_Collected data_
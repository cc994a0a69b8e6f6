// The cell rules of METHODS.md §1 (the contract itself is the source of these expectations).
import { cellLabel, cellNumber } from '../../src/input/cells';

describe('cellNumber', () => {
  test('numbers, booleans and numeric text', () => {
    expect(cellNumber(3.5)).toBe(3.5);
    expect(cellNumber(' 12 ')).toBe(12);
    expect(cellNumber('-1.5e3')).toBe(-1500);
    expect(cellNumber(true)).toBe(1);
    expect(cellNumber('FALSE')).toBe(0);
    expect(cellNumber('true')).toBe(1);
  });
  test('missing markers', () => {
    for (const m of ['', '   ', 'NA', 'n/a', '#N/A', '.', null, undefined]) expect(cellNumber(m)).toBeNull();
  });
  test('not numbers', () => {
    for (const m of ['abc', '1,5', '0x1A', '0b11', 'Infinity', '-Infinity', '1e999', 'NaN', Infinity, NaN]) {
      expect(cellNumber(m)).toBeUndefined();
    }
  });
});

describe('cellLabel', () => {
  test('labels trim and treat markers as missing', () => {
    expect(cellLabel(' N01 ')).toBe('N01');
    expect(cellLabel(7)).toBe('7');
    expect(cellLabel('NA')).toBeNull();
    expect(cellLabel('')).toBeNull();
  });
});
...
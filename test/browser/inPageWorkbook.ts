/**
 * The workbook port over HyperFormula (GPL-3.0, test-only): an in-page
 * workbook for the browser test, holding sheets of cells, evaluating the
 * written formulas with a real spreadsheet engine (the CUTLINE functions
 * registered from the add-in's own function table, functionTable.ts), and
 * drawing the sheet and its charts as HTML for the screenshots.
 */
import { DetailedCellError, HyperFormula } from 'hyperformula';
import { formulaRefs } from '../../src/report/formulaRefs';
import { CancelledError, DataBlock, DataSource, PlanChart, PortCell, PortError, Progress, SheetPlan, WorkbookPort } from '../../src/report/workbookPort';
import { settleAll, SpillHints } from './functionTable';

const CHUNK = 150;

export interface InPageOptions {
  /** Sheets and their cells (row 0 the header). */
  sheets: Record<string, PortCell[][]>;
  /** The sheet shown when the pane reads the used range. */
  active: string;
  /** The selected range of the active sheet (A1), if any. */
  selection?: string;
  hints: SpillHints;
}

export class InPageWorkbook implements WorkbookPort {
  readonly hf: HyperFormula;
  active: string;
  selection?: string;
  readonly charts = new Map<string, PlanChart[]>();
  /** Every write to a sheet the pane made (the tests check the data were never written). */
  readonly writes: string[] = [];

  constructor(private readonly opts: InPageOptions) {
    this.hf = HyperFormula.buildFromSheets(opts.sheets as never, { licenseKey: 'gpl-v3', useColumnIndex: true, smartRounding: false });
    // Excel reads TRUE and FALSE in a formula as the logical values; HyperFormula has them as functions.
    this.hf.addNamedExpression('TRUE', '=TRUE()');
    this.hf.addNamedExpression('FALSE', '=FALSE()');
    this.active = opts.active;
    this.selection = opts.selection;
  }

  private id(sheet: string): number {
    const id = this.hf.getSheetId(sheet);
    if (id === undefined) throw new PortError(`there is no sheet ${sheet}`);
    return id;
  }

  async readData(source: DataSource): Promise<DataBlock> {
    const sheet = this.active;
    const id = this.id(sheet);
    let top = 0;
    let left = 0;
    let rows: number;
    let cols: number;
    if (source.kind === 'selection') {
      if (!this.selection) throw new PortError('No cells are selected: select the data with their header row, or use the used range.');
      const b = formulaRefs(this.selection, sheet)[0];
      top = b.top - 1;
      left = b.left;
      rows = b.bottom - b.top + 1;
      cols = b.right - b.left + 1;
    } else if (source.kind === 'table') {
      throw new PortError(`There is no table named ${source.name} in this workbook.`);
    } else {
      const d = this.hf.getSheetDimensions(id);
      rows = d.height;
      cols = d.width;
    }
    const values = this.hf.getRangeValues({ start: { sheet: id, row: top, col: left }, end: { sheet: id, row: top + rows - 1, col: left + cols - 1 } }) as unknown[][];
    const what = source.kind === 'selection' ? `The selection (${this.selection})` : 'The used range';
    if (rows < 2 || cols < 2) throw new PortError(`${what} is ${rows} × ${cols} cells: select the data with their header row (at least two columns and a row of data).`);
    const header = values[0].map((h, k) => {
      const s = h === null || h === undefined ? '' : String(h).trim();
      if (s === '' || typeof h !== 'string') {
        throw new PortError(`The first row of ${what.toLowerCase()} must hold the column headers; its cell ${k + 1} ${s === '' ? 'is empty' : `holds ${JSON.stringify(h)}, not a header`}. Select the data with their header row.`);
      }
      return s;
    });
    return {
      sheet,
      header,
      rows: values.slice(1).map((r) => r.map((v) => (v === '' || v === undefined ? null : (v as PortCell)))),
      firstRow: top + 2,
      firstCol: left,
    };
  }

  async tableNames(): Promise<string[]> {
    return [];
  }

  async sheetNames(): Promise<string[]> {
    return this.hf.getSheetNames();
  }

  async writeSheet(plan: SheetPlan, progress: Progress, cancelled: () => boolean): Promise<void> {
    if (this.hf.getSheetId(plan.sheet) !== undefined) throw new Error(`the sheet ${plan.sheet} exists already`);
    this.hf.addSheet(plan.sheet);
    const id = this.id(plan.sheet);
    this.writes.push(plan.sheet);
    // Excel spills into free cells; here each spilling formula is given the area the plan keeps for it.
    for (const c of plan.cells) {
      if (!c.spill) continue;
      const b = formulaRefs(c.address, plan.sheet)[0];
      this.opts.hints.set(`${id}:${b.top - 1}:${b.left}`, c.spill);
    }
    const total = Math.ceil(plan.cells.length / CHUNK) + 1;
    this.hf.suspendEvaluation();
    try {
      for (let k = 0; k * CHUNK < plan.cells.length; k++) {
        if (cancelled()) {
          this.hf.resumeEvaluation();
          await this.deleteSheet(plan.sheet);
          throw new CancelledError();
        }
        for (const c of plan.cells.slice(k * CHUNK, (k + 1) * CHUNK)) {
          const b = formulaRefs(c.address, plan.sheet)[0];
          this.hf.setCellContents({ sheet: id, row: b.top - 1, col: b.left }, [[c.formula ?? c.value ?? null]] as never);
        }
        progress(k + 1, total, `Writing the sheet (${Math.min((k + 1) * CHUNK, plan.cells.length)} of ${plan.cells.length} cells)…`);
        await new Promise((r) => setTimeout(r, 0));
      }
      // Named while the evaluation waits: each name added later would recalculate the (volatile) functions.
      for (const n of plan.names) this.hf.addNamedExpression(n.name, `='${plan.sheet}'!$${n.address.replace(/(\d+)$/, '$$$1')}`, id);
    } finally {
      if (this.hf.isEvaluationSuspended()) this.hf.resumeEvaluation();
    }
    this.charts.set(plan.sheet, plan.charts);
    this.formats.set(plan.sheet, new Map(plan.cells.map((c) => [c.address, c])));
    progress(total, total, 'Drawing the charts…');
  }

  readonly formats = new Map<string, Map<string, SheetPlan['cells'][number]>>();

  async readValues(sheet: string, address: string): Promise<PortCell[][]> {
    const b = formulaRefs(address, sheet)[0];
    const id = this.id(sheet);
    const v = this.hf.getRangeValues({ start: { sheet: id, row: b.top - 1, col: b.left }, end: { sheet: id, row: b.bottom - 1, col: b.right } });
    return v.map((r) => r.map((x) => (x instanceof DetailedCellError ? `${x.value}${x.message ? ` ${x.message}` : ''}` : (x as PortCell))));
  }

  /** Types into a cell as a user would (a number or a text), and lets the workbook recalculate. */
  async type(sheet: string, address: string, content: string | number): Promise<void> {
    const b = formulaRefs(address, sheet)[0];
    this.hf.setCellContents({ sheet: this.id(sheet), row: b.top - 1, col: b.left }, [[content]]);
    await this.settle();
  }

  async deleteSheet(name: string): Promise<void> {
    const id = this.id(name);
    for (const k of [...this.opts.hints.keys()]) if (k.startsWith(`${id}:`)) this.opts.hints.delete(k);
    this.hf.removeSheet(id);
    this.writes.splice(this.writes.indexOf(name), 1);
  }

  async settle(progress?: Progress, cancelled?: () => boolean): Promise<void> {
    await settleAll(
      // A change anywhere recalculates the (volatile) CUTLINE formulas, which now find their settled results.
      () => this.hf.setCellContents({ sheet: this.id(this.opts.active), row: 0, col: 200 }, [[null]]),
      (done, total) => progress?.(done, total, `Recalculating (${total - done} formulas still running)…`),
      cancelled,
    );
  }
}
---
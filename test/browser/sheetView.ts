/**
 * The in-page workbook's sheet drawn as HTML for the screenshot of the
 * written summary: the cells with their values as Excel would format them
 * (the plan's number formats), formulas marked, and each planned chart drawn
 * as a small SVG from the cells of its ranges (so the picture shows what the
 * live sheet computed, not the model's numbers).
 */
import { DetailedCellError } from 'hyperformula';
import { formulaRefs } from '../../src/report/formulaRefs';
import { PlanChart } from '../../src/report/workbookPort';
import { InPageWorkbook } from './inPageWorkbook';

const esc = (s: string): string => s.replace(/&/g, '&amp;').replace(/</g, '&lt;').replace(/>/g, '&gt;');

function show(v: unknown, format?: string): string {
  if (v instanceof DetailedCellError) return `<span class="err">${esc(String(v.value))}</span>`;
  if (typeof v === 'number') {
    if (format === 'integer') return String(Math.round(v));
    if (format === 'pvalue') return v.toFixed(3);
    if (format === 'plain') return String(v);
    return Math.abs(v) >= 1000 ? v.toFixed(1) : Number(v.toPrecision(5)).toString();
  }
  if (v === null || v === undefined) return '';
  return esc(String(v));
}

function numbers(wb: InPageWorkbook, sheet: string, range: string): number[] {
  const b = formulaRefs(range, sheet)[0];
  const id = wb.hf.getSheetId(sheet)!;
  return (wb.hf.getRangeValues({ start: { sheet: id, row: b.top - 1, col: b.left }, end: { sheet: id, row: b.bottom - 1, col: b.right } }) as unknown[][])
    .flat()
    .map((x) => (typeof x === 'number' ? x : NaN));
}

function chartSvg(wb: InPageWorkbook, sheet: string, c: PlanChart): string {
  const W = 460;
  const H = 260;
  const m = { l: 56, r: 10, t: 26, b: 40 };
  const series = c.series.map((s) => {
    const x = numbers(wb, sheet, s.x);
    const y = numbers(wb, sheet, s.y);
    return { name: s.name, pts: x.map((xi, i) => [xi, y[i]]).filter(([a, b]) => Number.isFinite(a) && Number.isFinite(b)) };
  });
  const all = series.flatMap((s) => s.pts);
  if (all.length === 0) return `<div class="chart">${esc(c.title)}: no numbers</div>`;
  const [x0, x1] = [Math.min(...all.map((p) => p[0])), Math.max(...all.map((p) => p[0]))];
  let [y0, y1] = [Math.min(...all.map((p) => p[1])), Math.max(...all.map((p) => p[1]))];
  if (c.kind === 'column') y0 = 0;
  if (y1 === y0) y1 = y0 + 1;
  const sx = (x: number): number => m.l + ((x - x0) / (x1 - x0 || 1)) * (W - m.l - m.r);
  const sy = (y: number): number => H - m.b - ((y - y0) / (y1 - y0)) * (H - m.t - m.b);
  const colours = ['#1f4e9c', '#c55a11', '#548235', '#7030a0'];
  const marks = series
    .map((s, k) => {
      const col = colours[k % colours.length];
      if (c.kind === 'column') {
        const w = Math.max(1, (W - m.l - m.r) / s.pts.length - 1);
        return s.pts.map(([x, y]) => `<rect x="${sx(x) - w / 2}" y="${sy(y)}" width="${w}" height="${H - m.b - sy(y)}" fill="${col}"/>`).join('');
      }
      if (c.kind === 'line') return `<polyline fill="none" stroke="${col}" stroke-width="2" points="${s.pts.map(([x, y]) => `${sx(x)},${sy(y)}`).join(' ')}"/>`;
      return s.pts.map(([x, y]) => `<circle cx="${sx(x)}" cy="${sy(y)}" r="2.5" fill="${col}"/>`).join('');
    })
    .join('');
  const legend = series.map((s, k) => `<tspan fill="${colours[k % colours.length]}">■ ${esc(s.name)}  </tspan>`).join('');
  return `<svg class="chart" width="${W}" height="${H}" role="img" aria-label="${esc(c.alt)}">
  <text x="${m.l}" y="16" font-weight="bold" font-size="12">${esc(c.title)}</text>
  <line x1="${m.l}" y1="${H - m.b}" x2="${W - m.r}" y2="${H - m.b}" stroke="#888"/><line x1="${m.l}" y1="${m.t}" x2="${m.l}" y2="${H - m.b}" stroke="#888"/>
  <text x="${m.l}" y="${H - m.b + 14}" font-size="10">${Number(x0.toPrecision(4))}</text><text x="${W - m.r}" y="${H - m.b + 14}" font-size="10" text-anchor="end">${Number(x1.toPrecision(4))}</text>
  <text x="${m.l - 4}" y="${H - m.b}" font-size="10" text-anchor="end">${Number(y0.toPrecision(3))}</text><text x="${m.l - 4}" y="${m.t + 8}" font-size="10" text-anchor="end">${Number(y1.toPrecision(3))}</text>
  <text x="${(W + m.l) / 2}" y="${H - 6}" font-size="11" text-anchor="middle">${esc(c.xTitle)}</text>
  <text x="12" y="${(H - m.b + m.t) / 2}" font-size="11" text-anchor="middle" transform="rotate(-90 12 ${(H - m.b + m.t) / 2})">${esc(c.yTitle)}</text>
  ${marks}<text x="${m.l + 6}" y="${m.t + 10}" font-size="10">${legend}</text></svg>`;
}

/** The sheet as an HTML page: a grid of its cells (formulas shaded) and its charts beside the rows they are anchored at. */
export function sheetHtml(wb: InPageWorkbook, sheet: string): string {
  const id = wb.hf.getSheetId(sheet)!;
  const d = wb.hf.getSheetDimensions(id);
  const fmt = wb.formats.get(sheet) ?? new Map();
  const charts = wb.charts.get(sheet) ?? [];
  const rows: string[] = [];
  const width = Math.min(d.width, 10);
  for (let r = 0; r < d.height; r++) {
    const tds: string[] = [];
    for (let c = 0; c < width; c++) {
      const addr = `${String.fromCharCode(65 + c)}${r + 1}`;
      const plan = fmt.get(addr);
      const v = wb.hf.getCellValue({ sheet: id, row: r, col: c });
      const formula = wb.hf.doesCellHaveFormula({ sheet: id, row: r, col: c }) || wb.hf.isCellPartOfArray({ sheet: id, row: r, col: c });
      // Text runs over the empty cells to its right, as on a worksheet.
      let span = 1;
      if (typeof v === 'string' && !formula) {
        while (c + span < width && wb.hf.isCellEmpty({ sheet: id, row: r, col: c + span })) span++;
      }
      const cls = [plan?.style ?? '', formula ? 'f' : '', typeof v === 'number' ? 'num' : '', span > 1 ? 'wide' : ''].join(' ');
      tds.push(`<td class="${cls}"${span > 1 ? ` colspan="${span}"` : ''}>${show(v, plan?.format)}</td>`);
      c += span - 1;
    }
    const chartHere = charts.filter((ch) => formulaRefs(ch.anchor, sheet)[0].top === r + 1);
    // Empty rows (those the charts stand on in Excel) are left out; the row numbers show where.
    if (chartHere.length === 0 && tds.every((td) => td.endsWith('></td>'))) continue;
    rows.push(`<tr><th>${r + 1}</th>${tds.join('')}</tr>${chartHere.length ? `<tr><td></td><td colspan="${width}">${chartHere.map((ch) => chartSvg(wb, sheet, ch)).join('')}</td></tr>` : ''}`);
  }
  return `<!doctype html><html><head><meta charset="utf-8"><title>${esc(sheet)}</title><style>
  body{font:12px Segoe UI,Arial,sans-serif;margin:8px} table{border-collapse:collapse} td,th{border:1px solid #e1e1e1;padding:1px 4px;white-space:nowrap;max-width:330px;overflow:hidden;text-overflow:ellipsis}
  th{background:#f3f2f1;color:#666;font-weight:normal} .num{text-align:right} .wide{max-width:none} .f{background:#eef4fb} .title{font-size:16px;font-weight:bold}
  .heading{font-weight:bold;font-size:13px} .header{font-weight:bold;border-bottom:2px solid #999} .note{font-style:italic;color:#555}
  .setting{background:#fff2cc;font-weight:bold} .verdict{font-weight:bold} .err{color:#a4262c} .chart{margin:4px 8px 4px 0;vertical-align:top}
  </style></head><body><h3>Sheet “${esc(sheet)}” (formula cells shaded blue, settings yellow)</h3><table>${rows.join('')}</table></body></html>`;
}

_Task goal_
Look above for the line containing "rows = d.height;". Output from there through the line containing "if (!c.spill) continue;", exactly and inclusively.

_Answer space_
      rows = d.height;
      cols = d.width;
    }
    const values = this.hf.getRangeValues({ start: { sheet: id, row: top, col: left }, end: { sheet: id, row: top + rows - 1, col: left + cols - 1 } }) as unknown[][];
    const what = source.kind === 'selection' ? `The selection (${this.selection})` : 'The used range';
    if (rows < 2 || cols < 2) throw new PortError(`${what} is ${rows} × ${cols} cells: select the data with their header row (at least two columns and a row of data).`);
    const header = values[0].map((h, k) => {
      const s = h === null || h === undefined ? '' : String(h).trim();
      if (s === '' || typeof h !== 'string') {
        throw new PortError(`The first row of ${what.toLowerCase()} must hold the column headers; its cell ${k + 1} ${s === '' ? 'is empty' : `holds ${JSON.stringify(h)}, not a header`}. Select the data with their header row.`);
      }
      return s;
    });
    return {
      sheet,
      header,
      rows: values.slice(1).map((r) => r.map((v) => (v === '' || v === undefined ? null : (v as PortCell)))),
      firstRow: top + 2,
      firstCol: left,
    };
  }

  async tableNames(): Promise<string[]> {
    return [];
  }

  async sheetNames(): Promise<string[]> {
    return this.hf.getSheetNames();
  }

  async writeSheet(plan: SheetPlan, progress: Progress, cancelled: () => boolean): Promise<void> {
    if (this.hf.getSheetId(plan.sheet) !== undefined) throw new Error(`the sheet ${plan.sheet} exists already`);
    this.hf.addSheet(plan.sheet);
    const id = this.id(plan.sheet);
    this.writes.push(plan.sheet);
    // Excel spills into free cells; here each spilling formula is given the area the plan keeps for it.
    for (const c of plan.cells) {
      if (!c.spill) continue;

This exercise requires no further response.